Noninvasive positive-pressure ventilation (NPPV) is increasingly being used in the care of patients suffering acute respiratory failure. High-level evidence supports the use of NPPV in this setting. With selected patients, NPPV decreases the rate of intubation, mortality and nosocomial infections. NPPV obviates intubation in > 50 % of appropriately selected patients. Both nasal and oronasal interfaces have been successfully used to apply NPPV, but the oronasal (or facial) interface is often used for acute respiratory failure. Any ventilator and ventilator mode can be used to apply NPPV, but in practice, portable pressure ventilators and pressure-support mode are most commonly used.
In acute setting, this therapy must be applied as soon as possible after the onset of problem. With our research team, we have demonstrated that NPPV can be used with success in an emergency department. In our experience, when NPPV was early used, part of the patients improved rapidly and was could be admitted to a general ward. An interesting fact is that the time to improve clinical situation is short and we can postulated than NPPV application in emergency department may be used as a "clinical triage". We have also demonstrated that early application of bi-level NPPV to patients with acute respiratory failure due to acute exacerbation of COPD or APO leads to a rapid improvement in clinical status and blood gases that differs substantially from the evolution of similar patients treated with conventional medical therapy and a placebo NPPV device.

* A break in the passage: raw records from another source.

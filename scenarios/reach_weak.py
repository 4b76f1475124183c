"""The seated reach of ``reach.py`` by a moderately weak wearer: can they do it, and how much help do they get?

The wearer intends the whole reach to the cup and back, but each joint holds only
``Weakness.grade("moderate")`` of a healthy arm's torque (illustrative, not
clinical): too little at the shoulder to lift the arm to the shelf.  Under
``transparent`` the robot carries its own weight and half its inertia, not the
wearer's arm, so the hand stops short (``movement_completion`` under 1,
``time_to_target_s`` null).  ``assist`` and ``tunnel`` follow the therapist's
reference path of ``reach_guided.py`` (the same cup, the same timing): an
assist-as-needed spring that stiffens while the hand lags, or a tube that lets
the hand move freely within 3 cm of the path point.  Compare ``assistance_share``
(the robot's part of the positive work on the arm) and ``path_error_rms_m``
across the three.  Copy this file and change the grade, the joints or the path.
"""

import dataclasses

from reach import SCENARIO as REACH  # a scenario file imports its neighbours in the folder
from reach_guided import reference_path

from sim import Impairment, Weakness


def for_subject(subject):
    """The scenario for another wearer: the same weakness, the path through that wearer's own hand positions."""
    return dataclasses.replace(
        REACH,
        name="reach_weak",
        description="the seated reach by a moderately weak wearer, with the robot transparent or assisting",
        subject=subject,
        controllers=("transparent", "assist", "tunnel", "walls", "gravity", "zero"),
        impairment=Impairment(weakness=Weakness.grade("moderate")),
        reference_path=reference_path(subject),
    )


SCENARIO = for_subject("m50")
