"""The wall push of ``wall_push.py`` with series-elastic drives in place of the torque sources.

Each joint's motor now winds a spring whose deflection is the joint-torque
reading, and an inner torque loop tracks the controller's command
(``SeriesElasticParams``, README "Drives").  Compare the rendered wall and the
transparency with those of ``wall_push.py``: the drives' bandwidth, not only
the controller, sets what the wearer feels: the inner torque loop lags the
command by about 2 zeta / omega_n (10 ms at the shoulder and elbow, against
2 ms for the default drives), and a wall spring rendered late loses damping,
so expect less wall damping than with ``wall_push.py``.  Copy this file and
edit the drive parameters (spring stiffness, loop gains, loop rate).
"""

import dataclasses

import wall_push  # a scenario file imports its neighbours in the folder

from sim import SeriesElasticParams

DRIVES = SeriesElasticParams()


def for_subject(subject):
    """The shipped wall push for another wearer (the plane placed relative to their hand), with these drives."""
    return dataclasses.replace(wall_push.for_subject(subject), name="wall_push_sea", actuators=DRIVES,
                               description="the wall push with series-elastic drives")


SCENARIO = for_subject("m50")
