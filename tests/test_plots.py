"""Server-side figures read back with outside tools.

References: PNG files decoded with Pillow (size in pixels, mode); SVG documents
parsed with the standard library's ``xml.etree.ElementTree`` (matplotlib names
each axes group ``axes_1``, ``axes_2`` …, and writes an artist's gid as the id
of its group); the fitted line recomputed with numpy from
``log10 F_y = intercept + slope · log10 F_x``. No database is needed.
"""

from __future__ import annotations

import io
import re
import subprocess
import sys
import xml.etree.ElementTree as ET
from pathlib import Path
from typing import Any

import numpy as np
import pytest
from matplotlib.markers import MarkerStyle
from PIL import Image

from lcstore import plots

ROOT = Path(__file__).resolve().parents[1]
SVG = "{http://www.w3.org/2000/svg}"
TIME_LABEL = "MJD (TDB, barycentric)"


def _panel(
    band: str,
    unit: str,
    value: np.ndarray,
    *,
    limits: np.ndarray | None = None,
    is_magnitude: bool = False,
    error: np.ndarray | None = None,
) -> dict[str, Any]:
    n = value.size
    return {
        "band": band,
        "unit": unit,
        "time": 60000.0 + np.arange(n) * 0.5,
        "value": value,
        "error": np.full(n, 0.05) if error is None else error,
        "upper_limit": np.zeros(n, bool) if limits is None else limits,
        "is_magnitude": is_magnitude,
    }


@pytest.fixture
def three_panels() -> list[dict[str, Any]]:
    """A magnitude band, a flux band over 3 decades with limits, a count-rate band."""
    k = np.arange(40)
    gamma = 1e-8 * 10 ** (3 * k / 39)  # 1e-8 .. 1e-5: three decades
    limits = k % 7 == 0
    gamma_err = np.where(limits, np.nan, 0.1 * gamma)
    return [
        _panel("r", "mag", 14 + 0.3 * np.sin(k / 5), is_magnitude=True),
        _panel("gamma", "ph / (cm2 s)", gamma, limits=limits, error=gamma_err),
        _panel("xray", "ct / s", 2 + np.cos(k / 4)),
    ]


def _svg_axes_groups(svg: bytes) -> list[str]:
    root = ET.fromstring(svg)
    assert root.tag == SVG + "svg"
    return [
        g.get("id", "") for g in root.iter(SVG + "g") if re.fullmatch(r"axes_\d+", g.get("id", ""))
    ]


def _svg_ids(svg: bytes) -> set[str]:
    return {el.get("id", "") for el in ET.fromstring(svg).iter()}


@pytest.mark.parametrize(
    ("n", "width", "per_panel", "dpi"),
    [(1, 1000, 220, 100), (3, 1000, 220, 100), (2, 777, 180, 96)],
)
def test_lightcurve_png_has_the_expected_size(
    three_panels: list[dict[str, Any]], n: int, width: int, per_panel: int, dpi: int
) -> None:
    """Pillow reads the PNG back: width_px x (n x height_px_per_panel + time axis strip)."""
    png = plots.lightcurve_figure(
        three_panels[:n],
        time_label=TIME_LABEL,
        fmt="png",
        width_px=width,
        height_px_per_panel=per_panel,
        dpi=dpi,
    )
    with Image.open(io.BytesIO(png)) as im:
        assert im.format == "PNG"
        # the panels, plus the time-axis strip (TIME_AXIS_PX at 100 dpi, scaled with dpi)
        assert im.size == (width, n * per_panel + round(plots.TIME_AXIS_PX * dpi / 100))
        assert im.size[1] == plots.lightcurve_height(n, per_panel, dpi)
        assert im.mode == "RGBA"


@pytest.mark.parametrize("n", [3])
def test_lightcurve_svg_parses_with_one_axes_group_per_panel(
    three_panels: list[dict[str, Any]], n: int
) -> None:
    """xml.etree parses the SVG; matplotlib's axes groups are axes_1 .. axes_n."""
    svg = plots.lightcurve_figure(three_panels[:n], time_label=TIME_LABEL, fmt="svg", dpi=100)
    assert _svg_axes_groups(svg) == [f"axes_{i + 1}" for i in range(n)]
    root = ET.fromstring(svg)
    # SVG size in points: pixels x 72 / dpi
    assert float(root.get("width", "").removesuffix("pt")) == pytest.approx(1000 * 72 / 100)
    height_px = plots.lightcurve_height(n, 220)
    assert float(root.get("height", "").removesuffix("pt")) == pytest.approx(height_px * 72 / 100)
    if n == 3:  # the limits of the gamma panel are an artist of their own
        assert "upper-limits-1" in _svg_ids(svg)
    assert TIME_LABEL.encode() in svg  # text is kept as text


def test_magnitude_panels_are_inverted_and_flux_panels_not(
    three_panels: list[dict[str, Any]],
) -> None:
    fig = plots._build_lightcurve_figure(three_panels, time_label=TIME_LABEL)
    r, gamma, xray = fig.axes
    assert r.yaxis_inverted()  # brighter (smaller magnitude) up
    assert not gamma.yaxis_inverted() and not xray.yaxis_inverted()
    bottom, top = r.get_ylim()
    assert bottom > top


@pytest.mark.parametrize(
    ("ratio", "scale"),
    [(1000.0, "log"), (150.0, "log"), (100.0, "linear"), (50.0, "linear"), (1.5, "linear")],
)
def test_flux_axis_is_logarithmic_beyond_two_decades(ratio: float, scale: str) -> None:
    values = np.geomspace(1e-3, 1e-3 * ratio, 12)
    fig = plots._build_lightcurve_figure(
        [_panel("v", "mJy", values)], time_label=TIME_LABEL, width_px=600
    )
    assert fig.axes[0].get_yscale() == scale


def test_negative_fluxes_do_not_count_towards_the_log_decision() -> None:
    values = np.array([-5.0, -1.0, 1.0, 2.0, 5.0])  # positive span: half a decade
    fig = plots._build_lightcurve_figure([_panel("v", "mJy", values)], time_label=TIME_LABEL)
    assert fig.axes[0].get_yscale() == "linear"


def test_magnitudes_never_get_a_log_axis() -> None:
    values = np.array([0.1, 5.0, 25.0])  # > 2 decades as numbers, but magnitudes
    fig = plots._build_lightcurve_figure(
        [_panel("v", "ABmag", values, is_magnitude=True)], time_label=TIME_LABEL
    )
    ax = fig.axes[0]
    assert ax.get_yscale() == "linear" and ax.yaxis_inverted()
    assert ax.get_ylabel() == "magnitude (AB)"


def test_upper_limits_are_downward_arrows_and_not_detections(
    three_panels: list[dict[str, Any]],
) -> None:
    fig = plots._build_lightcurve_figure(three_panels, time_label=TIME_LABEL)
    gamma_ax = fig.axes[1]
    lines = {ln.get_gid(): ln for ln in gamma_ax.get_lines() if ln.get_gid()}
    limits = three_panels[1]["upper_limit"]
    arrows = lines["upper-limits-1"]
    assert arrows.get_marker() is plots.LIMIT_MARKER
    np.testing.assert_array_equal(arrows.get_xdata(), three_panels[1]["time"][limits])
    np.testing.assert_array_equal(arrows.get_ydata(), three_panels[1]["value"][limits])
    # the marker is anchored at the limit (its bar, y = 0) and extends below it on screen
    verts = MarkerStyle(plots.LIMIT_MARKER).get_path().vertices
    assert verts[:, 1].max() == pytest.approx(0.0) and verts[:, 1].min() < 0
    detections = lines["detections-1"]
    assert len(detections.get_xdata()) == int((~limits).sum())
    # panels without limits have no arrows
    assert not any(ln.get_gid() == "upper-limits-0" for ln in fig.axes[0].get_lines())


def test_axes_are_labelled_with_units_and_time_system(
    three_panels: list[dict[str, Any]],
) -> None:
    fig = plots._build_lightcurve_figure(three_panels, time_label=TIME_LABEL)
    r, gamma, xray = fig.axes
    assert r.get_ylabel() == "magnitude"
    assert gamma.get_ylabel() == "photon flux (ph / (cm² s))"
    assert xray.get_ylabel() == "count rate (ct / s)"
    assert xray.get_xlabel() == TIME_LABEL
    assert r.get_xlabel() == "" and gamma.get_xlabel() == ""  # one shared time axis
    assert r.get_shared_x_axes().joined(r, xray)
    formatter = xray.xaxis.get_major_formatter()
    assert formatter.get_useOffset() is False  # 60012.5, never "+6e4"
    colours = {
        ln.get_color() for ax in fig.axes for ln in ax.get_lines() if "detect" in ln.get_gid()
    }
    assert len(colours) == 3  # one colour per band


def test_missing_and_negative_errors_and_empty_panels_draw_quietly() -> None:
    """Warnings are errors in this suite: NaN errors, no errors, no points all render."""
    panels = [
        _panel("v", "mJy", np.array([1.0, 2.0, np.nan]), error=np.array([np.nan, -1.0, 0.1])),
        {**_panel("r", "mJy", np.zeros(0)), "error": None, "upper_limit": None},
    ]
    png = plots.lightcurve_figure(panels, time_label=TIME_LABEL, fmt="png", width_px=500)
    with Image.open(io.BytesIO(png)) as im:
        assert im.size == (500, plots.lightcurve_height(2))


@pytest.mark.parametrize(
    ("call", "match"),
    [
        (lambda: plots.lightcurve_figure([], time_label="t", fmt="png"), "at least one panel"),
        (
            lambda: plots.lightcurve_figure(
                [_panel("v", "mJy", np.ones(3))], time_label="t", fmt="pdf"
            ),
            "fmt must be 'png' or 'svg'",
        ),
        (
            lambda: plots.lightcurve_figure(
                [{**_panel("v", "mJy", np.ones(3)), "error": np.ones(2)}], time_label="t", fmt="png"
            ),
            "differ in length",
        ),
        (
            lambda: plots.lags_figure([0, 1], [0.1, 0.2], np.ones((3, 2)), method="dcf", fmt="png"),
            r"shape \(2, len\(lag\)\)",
        ),
    ],
)
def test_bad_input_is_refused(call: Any, match: str) -> None:
    with pytest.raises(ValueError, match=match):
        call()


def test_correlation_figure_log_axes_and_fitted_power_law() -> None:
    rng = np.random.default_rng(3)
    x = np.geomspace(0.5, 20.0, 30)
    y = 1e-7 * x**1.4 * 10 ** rng.normal(0, 0.03, x.size)
    x[0] = -1.0  # a non-positive flux cannot be shown on log axes
    fig = plots._build_correlation_figure(
        x, y, x_label="r (mJy)", y_label="gamma (ph / (cm2 s))", slope=1.4, intercept=-7.0
    )
    ax = fig.axes[0]
    assert ax.get_xscale() == "log" and ax.get_yscale() == "log"
    lines = {ln.get_gid(): ln for ln in ax.get_lines()}
    assert len(lines["pairs"].get_xdata()) == 29
    fit = lines["fit"]
    xs = np.asarray(fit.get_xdata())
    # log10 F_y = intercept + slope log10 F_x, recomputed with numpy
    np.testing.assert_allclose(fit.get_ydata(), 10 ** (-7.0 + 1.4 * np.log10(xs)), rtol=1e-12)
    assert xs.min() == pytest.approx(x[1:].min()) and xs.max() == pytest.approx(x.max())
    assert any("not shown" in t.get_text() for t in ax.texts)
    png = plots.correlation_figure(
        x, y, x_label="r", y_label="g", slope=1.4, intercept=-7.0, fmt="png", width_px=640
    )
    with Image.open(io.BytesIO(png)) as im:
        assert im.size == (640, 560)
    svg = plots.correlation_figure(
        x, y, x_label="r", y_label="g", slope=None, intercept=None, fmt="svg"
    )
    assert _svg_axes_groups(svg) == ["axes_1"] and "fit" not in _svg_ids(svg)


def test_lags_figure_errors_levels_and_sign_convention() -> None:
    lag = np.arange(-10.0, 10.5, 1.0)
    coef = np.exp(-(((lag - 2) / 3) ** 2))
    coef[0] = np.nan  # an empty lag bin
    err = np.vstack([np.full(lag.size, 0.05), np.full(lag.size, 0.1)])  # asymmetric (ZDCF)
    levels = {"95": np.full(lag.size, 0.5), "99": np.full(lag.size, 0.7)}
    fig = plots._build_lags_figure(
        lag, coef, err, method="zdcf", levels=levels, peak=2.0, centroid=2.2
    )
    ax = fig.axes[0]
    assert ax.get_xlabel() == "lag (d); > 0: y lags x"
    assert ax.get_ylabel() == "ZDCF coefficient"
    lines = {ln.get_gid(): ln for ln in ax.get_lines() if ln.get_gid()}
    assert len(lines["coefficient"].get_xdata()) == lag.size - 1
    np.testing.assert_array_equal(lines["level-95"].get_ydata(), levels["95"])
    np.testing.assert_array_equal(lines["level-99"].get_ydata(), levels["99"])
    assert lines["peak"].get_xdata()[0] == 2.0 and lines["centroid"].get_xdata()[0] == 2.2
    # the error bars are the asymmetric ones given: the segment of lag 0 spans coef - 0.05 .. + 0.1
    segments = [s for coll in ax.collections for s in coll.get_segments()]
    at_zero = [s for s in segments if np.allclose(s[:, 0], 0.0)]
    assert len(at_zero) == 1
    i0 = int(np.flatnonzero(lag == 0.0)[0])
    np.testing.assert_allclose(sorted(at_zero[0][:, 1]), [coef[i0] - 0.05, coef[i0] + 0.1])
    named = plots._build_lags_figure(lag, coef, None, method="dcf", x_name="r", y_name="gamma")
    assert named.axes[0].get_xlabel() == "lag (d); > 0: gamma lags r"
    svg = plots.lags_figure(lag, coef, err[0], method="dcf", levels=levels, fmt="svg")
    assert _svg_axes_groups(svg) == ["axes_1"]
    assert {"level-95", "level-99"} <= _svg_ids(svg)
    png = plots.lags_figure(lag, coef, err[0], method="dcf", fmt="png", width_px=900, height_px=420)
    with Image.open(io.BytesIO(png)) as im:
        assert im.size == (900, 420)


def test_plots_import_without_django_or_pyplot() -> None:
    """No Django, and no pyplot (no global backend state) in a fresh interpreter."""
    code = (
        "import sys, lcstore.plots\n"
        "bad = sorted(k for k in sys.modules if k.split('.')[0] in ('django', 'rest_framework')"
        " or k == 'matplotlib.pyplot')\n"
        "print(bad)\n"
    )
    out = subprocess.run(
        [sys.executable, "-c", code], cwd=ROOT, capture_output=True, text=True, check=True
    )
    assert out.stdout.strip() == "[]"


def test_tiny_linear_fluxes_carry_their_power_of_ten_in_the_label() -> None:
    """No offset text above a panel: 3e-11 erg/(cm2 s) reads 3 on a "10⁻¹¹" axis."""
    values = np.array([1e-11, 2e-11, 3e-11])
    fig = plots._build_lightcurve_figure(
        [_panel("xray", "erg / (cm2 s)", values)], time_label=TIME_LABEL
    )
    ax = fig.axes[0]
    assert ax.get_yscale() == "linear"
    assert ax.get_ylabel() == "energy flux (10⁻¹¹ erg / (cm² s))"
    assert ax.yaxis.get_major_formatter()(3e-11, 0) == "3"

Currently, we have very few data on the real utility to use of NPPV in Out-of-Hospital patients with acute respiratory failure managed by medical team of pre-hospital care despite the fact that this approach decreased the delay of application of a efficient ventilator support. A prior study of Craven and coll. has demonstrated that NPPV helps relieve dyspnea in patients with suspected congestive heart failure.
We can postulate that a shorter delay between onset of symptomatology and application of NPPV increased the part of selected patient with good clinical outcome (intubation, need of intensive care).
Comparisons :
Patients with COPD, APO with standard medical therapy + NPPV compared to patients with standard medical therapy alone in pre-hospital setting.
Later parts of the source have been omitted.